On-Demand Modulation of Extracellular Matrix Mechanics for Studying RhoA Activation in Primary and Metastatic Colorectal Cancer

PROJECT SUMMARY Despite innovations in diagnosis and treatment, colorectal cancer (CRC) remains one the most common causes of cancer-related deaths in the United States. During tumorigenesis, the extracellular matrix (ECM) drastically stiffens, resulting in a self-amplifying feedback loop, furthering cancer progression; in CRC, increased matrix

elasticity is correlated with more advanced stages and worse treatment outcomes. Cells sense tissue stiffness via integrins, which relay biochemical signals down many pathways, including the Rho/ROCK pathway. The Rho/ROCK pathway has been shown to be highly dysregulated in many cancers, but its role in CRC is still highly

debated: some studies have shown elevated levels in metastatic lesions, whereas others have correlated inactivation of this pathway with metastasis. Herein, we propose to study the mechanical contributions to RhoA activation and how this may lead to increased proliferation and signaling, with a particular emphasis on

comparing the mechanical environments of the colon and the liver—the most common metastatic site, which has been shown to be significantly stiffer than the primary tumor tissue. We will develop a novel hydrogel biomaterial that can stiffen around cells from 1kPa (primary tumor) to 6kPa (liver metastatic tumor) upon exposure to 365nm

light over the course of the week, by employing photomediated oxime ligation, a chemistry we have pioneered in our previous work for making photostiffening hydrogels as well as immobilizing full-length proteins in natural and synthetic materials. To encode for subsequent cell release for downstream assays, we will develop a suite

of enzymatically sensitive peptide crosslinkers to enable bioorthogonal, user-defined hydrogel degradation.
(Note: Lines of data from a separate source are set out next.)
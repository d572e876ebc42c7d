"""Evaluating a step's integrand points in parallel: processes, threads or a dask cluster.

The engine calls ``evaluator(f, X)`` once per step with all of that step's
points ``X`` (n, d) in user coordinates.  :func:`make_evaluator` builds such
an evaluator (or returns ``None`` for the engine's own in-process call).

Chunks and values
-----------------
A step's points are cut into chunks whose boundaries depend only on ``n`` and
the chunk size (:func:`chunk_bounds`) -- never on timing, on the worker count
or on the backend.  The integrand is called once per chunk, the chunks are
grouped into tasks (a few per worker, consecutive chunks; the grouping changes
only who computes a chunk, not what is computed) and the results are
concatenated in order.  The integrand is elementwise per point, so the
integral is bit-identical for any worker count and any backend, and whether
or not the automatic mode decides to go parallel.

Backends
--------
``"serial"``
    In-process, no joblib (``make_evaluator`` returns ``None``).
``"processes"``
    A process pool of joblib's loky (``joblib.externals.loky``), used through
    its executor.  Works for any integrand.
``"threads"``
    A thread pool (:class:`concurrent.futures.ThreadPoolExecutor`); pays off
    only for integrands that release the GIL (numpy ufuncs on large arrays
    do, pure-Python loops do not).
``"dask"``
    A ``dask.distributed`` cluster (``cluster`` is ``"tcp://host:8786"``, a
    scheduler-file path or a ``Client``), through the client's futures: the
    tasks of a lost worker run again on the remaining ones, and a cluster
    left without workers ends the step with a clear message (see
    :class:`_DaskPool`).  Needs the ``cluster`` extra:
    ``pip install 'cubage[cluster]'``.
``"auto"`` (the default)
    Serial until measurements say parallel pays, then ``processes`` (or
    ``dask`` when a cluster is given), see below.

The pool is created once and kept for the whole run, so there is no pool
start-up per step: for processes and threads one executor whose futures are
waited on directly (``joblib.Parallel``'s result loop polls every 10 ms, a
cost per step that a run of many short steps would feel), for dask the
client's futures.  :meth:`Evaluator.close` (or leaving a ``with`` block)
shuts it down; :meth:`PoolEvaluator.cancel` gives up on a step in progress
(worker processes killed and reaped, dask tasks cancelled).

How integrands travel
---------------------
The integrand is pickled once per run in this process (with cloudpickle, so
that lambdas and closures travel too) and each worker process unpickles it
once, caching it in the one module-level dict :data:`_WORKER_INTEGRANDS`
keyed by the pickle's SHA-256.  A problem's integrands pickle by reference:
an expression (:class:`cubage.problem.expr.CompiledExpression`) as its
source, compiled once in each worker; a Python integrand
(:class:`cubage.problem.python_integrand.PythonIntegrand`) as its import path
and code digest, imported once in each worker.  This module imports nothing
of the problem layer (issue 11).  Threads share the callable.

The automatic rule
------------------
In ``"auto"`` mode every step starts in-process, timed with
:func:`time.perf_counter`.  A timing counts as a measurement of the
per-point cost once the call took at least :data:`MIN_MEASURE_SECONDS`
(1 ms, so fixed call overhead is a few per cent at most); the estimate is the
smallest per-point cost among the last two measurements, so one slow first
call (imports, caches) cannot trigger the pool; nothing goes parallel before
two measurements exist.  A step goes to the pool only if

1. it has at least two chunks,
2. its estimated serial time (per-point cost x n) exceeds
   :data:`MIN_PARALLEL_SECONDS` (20 ms) and 10x the dispatch round-trip, and
3. the serial evaluation time spent so far exceeds the backend's expected
   start-up cost (:data:`STARTUP_SECONDS`, 0.5 s for processes), so that a
   short run does not pay for a pool it cannot amortise.

Before the pool exists the dispatch round-trip is a conservative constant
(:data:`DISPATCH_GUESS`); right after the pool starts it is measured (a
round of empty tasks, one per worker, after a warm-up round).  Cheap
integrands therefore never start a pool, and a step that is small (early on,
or at the end of a run) is still evaluated in-process.  The decision changes
speed only, never the value.

Failures
--------
An exception raised by the integrand in a worker, or a worker process that
dies, raises :class:`cubage.IntegrandError` whose one-line message names the
integrand (expression source or import path) and the error.  The evaluator
stays usable and :meth:`Evaluator.close` still works.
"""

from __future__ import annotations

import json
import os
import re
import time
from collections.abc import Callable
from pathlib import Path

import numpy as np

from cubage.engine.run import IntegrandError

__all__ = ["make_evaluator", "describe_evaluator", "chunk_bounds", "resolve_workers", "Evaluator", "worker_setup",
           "PoolEvaluator", "integrand_name", "BACKENDS", "MIN_PARALLEL_SECONDS", "MIN_MEASURE_SECONDS",
           "DISPATCH_GUESS",
           "STARTUP_SECONDS"]

#: Backend names accepted by :func:`make_evaluator`.
BACKENDS = ("auto", "serial", "processes", "threads", "dask")

#: A step goes parallel (in auto mode) only if its estimated serial time exceeds this (seconds).
MIN_PARALLEL_SECONDS = 0.020
#: ... and exceeds this multiple of the measured dispatch round-trip.
DISPATCH_FACTOR = 10.0
#: A serial call shorter than this (seconds) is not trusted as a per-point cost measurement.
MIN_MEASURE_SECONDS = 0.001
#: Dispatch round-trip assumed before a pool exists (seconds), per backend: conservative.
DISPATCH_GUESS = {"processes": 0.002, "threads": 0.0002, "dask": 0.005}
#: Serial evaluation time that must have been spent before a pool is started (seconds).
STARTUP_SECONDS = {"processes": 0.5, "threads": 0.0, "dask": 0.0}

#: Seconds between two checks of the dask cluster while waiting for a step's tasks.
DASK_POLL_SECONDS = 0.5
#: A dask cluster without any worker for this long ends the wait (the run fails with a clear message).
DASK_NO_WORKER_SECONDS = 10.0
#: Seconds between two checks, in a worker process, that its parent is still alive.
PARENT_POLL_SECONDS = 0.5
#: Worker processes write nothing to the terminal (their stdout/stderr go to /dev/null).
QUIET_WORKERS = True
In Aim 2, we will examine RhoA activation in primary patient-derived CRC tumor organoids as a function of progressive stiffening of the matrix, and compare to levels of RhoA activation in metastatic cancer organoid lines

in stiff gels, via pull-down assays, Western blotting, and a lentivirally transduced biosensor construct. In Aim 3, we will investigate the mechanical memory of RhoA activation in metastatic tumor organoid lines and whether is reversable upon systematic softening of the matrix back to baseline, primary colon stiffnesses. We expect results

from these studies will result in novel insights into the role of matrix mechanics in CRC progression and potentially open the door for biophysical routes of tumor resolution and treatment.